Di setiap orang yang datang ke biro media massa juga berpeluang membawa virus corona, kata Alex Wibisono, Deputy General Manager of News and Current Affairs Kompas TV.

Alex berkata, April lalu seorang dokter dinyatakan tentu Covid-19, dua hari setelah menjelma pembicara dalam program televisinya.

Manajemen Kompas TV disebutnya lantas meminta setiap pekerja yang bersentuhan dengan tabib itu untuk menjalani uji belai dan mengisolasi diri selama 14 hari.

Walau hingga kini tak tersedia karyawan Kompas TV yang positif Covid-19, Alex menyebut mitigasi ketat langsung dilakukan untuk mencegah penularan. Lengah satunya, kata Alex, mengurangi semangat peliputan ke lapangan, dari 40 menjadi maksimal 17 tim dalam sehari.

“Mau kondisi seperti apapun, reporter ingin tetap turun ke lapangan. Tapi saya ngerem . Saya pastikan mereka segar dan dapat istirahat cukup, ” ujarnya.
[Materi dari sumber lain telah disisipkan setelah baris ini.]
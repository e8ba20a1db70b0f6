import {
  depthOf,
  type OutlineDimensions,
  type SectionDimensions,
  type TaperedChannelDimensions,
  type TaperedIDimensions,
  type ValuesDimensions,
  widthOf,
} from './dimensions';
import { fillet, fourFillets, type Part, rectangle, sumOf } from './part';

type MadeOfParts = Exclude<
  SectionDimensions,
  TaperedIDimensions | TaperedChannelDimensions | OutlineDimensions | ValuesDimensions
>;

/** Whether right angles, fillets and circles are all that bounds a section. */
export const isMadeOfParts = (d: SectionDimensions): d is MadeOfParts =>
  !('slope' in d) && d.shape !== 'outline' && d.shape !== 'values';

/**
 * The section as rectangles and fillets: y from mid-depth, z from its line of symmetry, of a channel and an angle from
 * the back.
 */
export function partsOf(d: MadeOfParts): Part[] {
  switch (d.shape) {
    case 'i': {
      const flange = (d.h - d.tf) / 2;
      return [
        rectangle(d.tw, d.h - 2 * d.tf),
        rectangle(d.b, d.tf, flange),
        rectangle(d.b, d.tf, -flange),
        ...fourFillets(d.r, d.h / 2 - d.tf, d.tw / 2, { up: -1, right: 1 }, 1),
      ];
    }
    case 'channel': {
      const flange = (d.h - d.tf) / 2;
      const outstand = d.b - d.tw;
      return [
        rectangle(d.tw, d.h, 0, d.tw / 2),
        rectangle(outstand, d.tf, flange, d.tw + outstand / 2),
        rectangle(outstand, d.tf, -flange, d.tw + outstand / 2),
        fillet(d.r, { y: d.h / 2 - d.tf, z: d.tw }, -1, 1, 1),
        fillet(d.r, { y: d.tf - d.h / 2, z: d.tw }, 1, 1, 1),
      ];
    }
    case 'tee': {
      const under = d.h / 2 - d.tf;
      return [
        rectangle(d.b, d.tf, (d.h - d.tf) / 2),
        rectangle(d.tw, d.h - d.tf, -d.tf / 2),
        fillet(d.r, { y: under, z: d.tw / 2 }, -1, 1, 1),
        fillet(d.r, { y: under, z: -d.tw / 2 }, -1, -1, 1),
      ];
    }
    case 'angle': {
      const bottom = -d.h / 2;
      return [
        rectangle(d.t, d.h, 0, d.t / 2),
        rectangle(d.b - d.t, d.t, bottom + d.t / 2, (d.b + d.t) / 2),
        fillet(d.r, { y: bottom + d.t, z: d.t }, 1, 1, 1),
        fillet(d.toe, { y: d.h / 2, z: d.t }, -1, -1, -1),
        fillet(d.toe, { y: bottom + d.t, z: d.b }, -1, -1, -1),
      ];
    }
    case 'rhs':
    case 'shs':
      return [
        rectangle(d.b, d.h),
        rectangle(d.b - 2 * d.t, d.h - 2 * d.t, 0, 0, -1),
        ...fourFillets(d.ro, d.h / 2, d.b / 2, { up: -1, right: -1 }, -1),
        ...fourFillets(d.ri, d.h / 2 - d.t, d.b / 2 - d.t, { up: -1, right: -1 }, 1),
      ];
    case 'rectangle':
      return [rectangle(d.b, d.h)];
    case 'chs':
      return [...disc(d.d, 1), ...disc(d.d - 2 * d.t, -1)];
    case 'round':
      return disc(d.d, 1);
  }
}

function disc(d: number, sign: 1 | -1): Part[] {
  const own = (sign * Math.PI * d ** 4) / 64;
  const plastic = (sign * d ** 3) / 6;
  const area = (sign * Math.PI * d ** 2) / 4;
  return [
    {
      area,
      y: 0,
      z: 0,
      ownMajor: own,
      ownMinor: own,
      ownProduct: 0,
      plasticMajor: plastic,
      plasticMinor: plastic,
    },
  ];
}

/** Of the parts together: area, centroid from the bottom and the left edge, I about it, and the product ∫yz dA there. */
export function momentsOf(d: SectionDimensions, parts: readonly Part[]) {
  const area = sumOf(parts, (part) => part.area);
  const y = sumOf(parts, (part) => part.area * part.y) / area;
  const z = sumOf(parts, (part) => part.area * part.z) / area;
  const isFromBack = d.shape === 'channel' || d.shape === 'angle';
  return {
    area,
    y: depthOf(d) / 2 + y,
    z: isFromBack ? z : widthOf(d) / 2 + z,
    iMajor: sumOf(parts, (part) => part.ownMajor + part.area * (part.y - y) ** 2),
    iMinor: sumOf(parts, (part) => part.ownMinor + part.area * (part.z - z) ** 2),
    product: sumOf(parts, (part) => part.ownProduct + part.area * (part.y - y) * (part.z - z)),
  };
}
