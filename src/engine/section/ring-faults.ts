import type { DimensionFault } from './dimension-faults';
import { crossings, flatten, type Point, type Ring, roundCorners } from './rings';

const CHORDS = 8; // of a rounded corner: enough to see what overlaps
const MARGIN = 0.001; // of a slab between two corners: its ends are looked at, not the corners themselves
const TOUCHING = 1e-9; // of the largest size: rings that share an edge meet within this

/**
 * Why rings of three corners or more bound no section; empty where they do. Material lies once where it lies: a ring
 * does not cross itself or another one, outer rings run anticlockwise, and holes clockwise inside them.
 */
export function ringFaults(rings: readonly Ring[]): DimensionFault[] {
  if (rings.some((ring) => !radiiFit(ring)))
    return [{ dimension: 'rings', message: 'a corner radius is too large for its edges' }];
  const polygons = rings.map((ring) => flatten(ring, CHORDS));
  const levels = [...new Set(polygons.flat().map(({ y }) => y))].sort((a, b) => a - b);
  const size = (levels.at(-1) ?? 0) - (levels[0] ?? 0);
  if (!(size > 0)) return [{ dimension: 'rings', message: 'the outline has no height' }];
  const isSound = levels.slice(1).every((top, index) => {
    const bottom = levels[index] ?? top;
    if (top - bottom <= TOUCHING * size) return true;
    return [MARGIN, 1 - MARGIN].every((share) => liesOnce(polygons, bottom + share * (top - bottom), size));
  });
  return isSound
    ? []
    : [
        {
          dimension: 'rings',
          message:
            'the outline crosses itself, overlaps another, or runs the wrong way: outer rings run anticlockwise, holes clockwise',
        },
      ];
}

function radiiFit(ring: Ring): boolean {
  const rounded = roundCorners(ring);
  return rounded.every(({ end }, index) => {
    const corner = ring[index];
    const next = (index + 1) % ring.length;
    const [following, start] = [ring[next], rounded[next]?.start];
    if (!corner || !following || !start) return true;
    const edge = Math.hypot(following.z - corner.z, following.y - corner.y);
    const used =
      Math.hypot(end.z - corner.z, end.y - corner.y) +
      Math.hypot(start.z - following.z, start.y - following.y);
    return edge > 0 && used <= edge * (1 + TOUCHING);
  });
}

/** Whether along a level there is material once or not at all. */
function liesOnce(polygons: readonly (readonly Point[])[], y: number, size: number): boolean {
  let layers = 0;
  let from = Number.NEGATIVE_INFINITY;
  for (const { z, opens } of crossings(polygons, y)) {
    if ((layers < 0 || layers > 1) && z - from > TOUCHING * size) return false;
    layers += opens ? 1 : -1;
    from = z;
  }
  return true;
}
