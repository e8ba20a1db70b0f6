import type { SectionDimensions } from './dimensions';

/** A slice of the depth with one width: from y = `from` to `to` above mid-depth. */
type Slice = { from: number; to: number; width: number };

/** 3-point Gauss: exact for Q², a polynomial of degree 4 within a slice. */
const GAUSS = [
  { x: -Math.sqrt(3 / 5), weight: 5 / 9 },
  { x: 0, weight: 8 / 9 },
  { x: Math.sqrt(3 / 5), weight: 5 / 9 },
] as const;

/** I²/∫(Q²/b) dy over the upper half, doubled: the area that stores the strain energy of VQ/(I b). */
function energyArea(slices: readonly Slice[]): number {
  let secondMoment = 0;
  let above = 0;
  let flow = 0;
  for (const { from, to, width } of slices) {
    secondMoment += (2 * width * (to ** 3 - from ** 3)) / 3;
    for (const { x, weight } of GAUSS) {
      const y = (from + to) / 2 + ((to - from) / 2) * x;
      const Q = above + (width * (to ** 2 - y ** 2)) / 2;
      flow += (weight * (to - from) * Q ** 2) / width; // half the slice's length, twice for both halves
    }
    above += (width * (to ** 2 - from ** 2)) / 2;
  }
  return secondMoment ** 2 / flow;
}

const flanged = (h: number, b: number, flange: number, web: number): Slice[] => [
  { from: h / 2 - flange, to: h / 2, width: b },
  { from: 0, to: h / 2 - flange, width: web },
];

/**
 * Shear area for the deflection, m²: GA of a beam is G times this. Strain energy of τ = VQ/(It) (S. Timoshenko,
 * Strength of Materials, Part I); root and corner radii ignored; 5/6 of a rectangle, 9/10 of a round bar. A thin round
 * tube has half its area, a thick one up to a tenth more.
 */
export function shearArea(d: SectionDimensions): number {
  switch (d.shape) {
    case 'i':
    case 'channel':
      return energyArea(flanged(d.h, d.b, d.tf, d.tw));
    case 'rhs':
    case 'shs':
      return energyArea(flanged(d.h, d.b, d.t, 2 * d.t));
    case 'chs':
      return (Math.PI / 2) * d.t * (d.d - d.t);
    case 'rectangle':
      return (5 / 6) * d.h * d.b;
    case 'round':
      return (9 / 10) * (Math.PI / 4) * d.d ** 2;
  }
}

/**
 * Area for the mean shear stress V/A_w, m²: the whole depth times the web (AISC 360-22 G2.1) or both walls, half of a
 * round tube, 2/3 of a rectangle and 3/4 of a round bar, so that the mean is the largest stress of the solid ones.
 */
export function webArea(d: SectionDimensions): number {
  switch (d.shape) {
    case 'i':
    case 'channel':
      return d.h * d.tw;
    case 'rhs':
    case 'shs':
      return 2 * d.t * d.h;
    case 'chs':
      return (Math.PI / 2) * d.t * (d.d - d.t);
    case 'rectangle':
      return (2 / 3) * d.h * d.b;
    case 'round':
      return (3 / 4) * (Math.PI / 4) * d.d ** 2;
  }
}

/** Width of the section at mid-depth, m: t of τ = VQ/(It) where Q is largest. */
export function webThickness(d: SectionDimensions): number {
  switch (d.shape) {
    case 'i':
    case 'channel':
      return d.tw;
    case 'rhs':
    case 'shs':
    case 'chs':
      return 2 * d.t;
    case 'rectangle':
      return d.b;
    case 'round':
      return d.d;
  }
}
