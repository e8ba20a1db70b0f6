export { FOOT, INCH, STANDARD_GRAVITY } from './atoms';
export {
  DIMENSION_NAMES,
  DIMENSION_WORDS,
  DIMENSIONS,
  type Dimension,
  type DimensionName,
  divideDimensions,
  equalDimensions,
  isDimensionless,
  multiplyDimensions,
  nameDimension,
  raiseDimension,
} from './dimension';
export {
  formatFeetInches,
  formatFor,
  formatNumber,
  formatQuantity,
  formatUtilisation,
  fromUnit,
  MINUS,
  THIN_SPACE,
  toUnit,
  UnknownUnit,
} from './format';
export { type QuantityReading, readQuantity } from './read';
export { type Purpose, type Rounding, UNIT_SYSTEMS, type UnitSystemName } from './system';
export { unitFactor, unitText } from './unit';
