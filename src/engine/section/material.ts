import astm from '../../../data/materials/astm-steel.json';
import en338 from '../../../data/materials/en-338-2016.json';
import en10025 from '../../../data/materials/en-10025-2004.json';
import en10210 from '../../../data/materials/en-10210-2006.json';
import en14080 from '../../../data/materials/en-14080-2013.json';
import nds from '../../../data/materials/nds-2018.json';
import { type MaterialSet, materialsOf } from './material-set';
import type { Material } from './material-types';

/**
 * The shipped materials, in the order in which they are offered: for whoever pins no set, such as a template's page. A
 * member reads its own from the set that it pins.
 */
export const MATERIALS: readonly Material[] = [en10025, en10210, astm, en338, en14080, nds].flatMap((set) =>
  materialsOf(set as MaterialSet),
);

const isNamed = (id: string) => {
  const wanted = id.trim().toLowerCase();
  return (material: Material) => material.id === wanted;
};

/** A material by its id, however typed. */
export const materialIn = (materials: readonly Material[], id: string): Material | undefined =>
  materials.find(isNamed(id));

export const materialFor = (id: string): Material | undefined => materialIn(MATERIALS, id);

/**
 * Yield strength of steel of a thickness, Pa: the band whose limit it does not exceed (EN 10025; a 20 mm flange of S355
 * has 345 N/mm²). Null beyond the last band and for timber, which does not yield.
 */
export function yieldStrength(material: Material, thickness: number): number | null {
  if (material.kind !== 'steel') return null;
  return material.strength.find((band) => thickness <= band.upTo)?.fy ?? null;
}

/**
 * Characteristic fibre and shear strength, Pa, for a check of elastic stresses: f_y and f_y/√3 (von Mises) of steel,
 * f_m,k and f_v,k or F_b and F_v of timber, before any factor of duration, moisture or size. Null beyond the last band.
 */
export function elasticStrength(
  material: Material,
  thickness: number,
): { bending: number; shear: number } | null {
  if (material.kind === 'timber_en') return { bending: material.fm, shear: material.fv };
  if (material.kind === 'timber_nds') return { bending: material.fb, shear: material.fv };
  const fy = yieldStrength(material, thickness);
  return fy === null ? null : { bending: fy, shear: fy / Math.sqrt(3) };
}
“Mereka harus memastikan muncul sehat sebelum ke kantor. Ana berpikir lebih besar, jika mereka ke kantor, mereka akan menulari teman yang lain. ”

“Tidak semua peristiwa kami datangi, kami mengukur risikonya. Kalau besar, kami bertambah baik menunda atau tidak meliput, ” kata Alex.

Virus corona

Belum ada kajian dengan mencatat data pekerja media di seluruh Indonesia yang terpapar Covid-19. Berbagai kalangan menilai peran pers krusial selama pandemi ini, terutama soal edukasi publik dan pencari fakta.

Namun Persatuan Wartawan Indonesia tahu agar jurnalis terus menerapkan aturan kesehatan, terutama menghindari seremoni yang tak vital bagi kepentingan bangsa.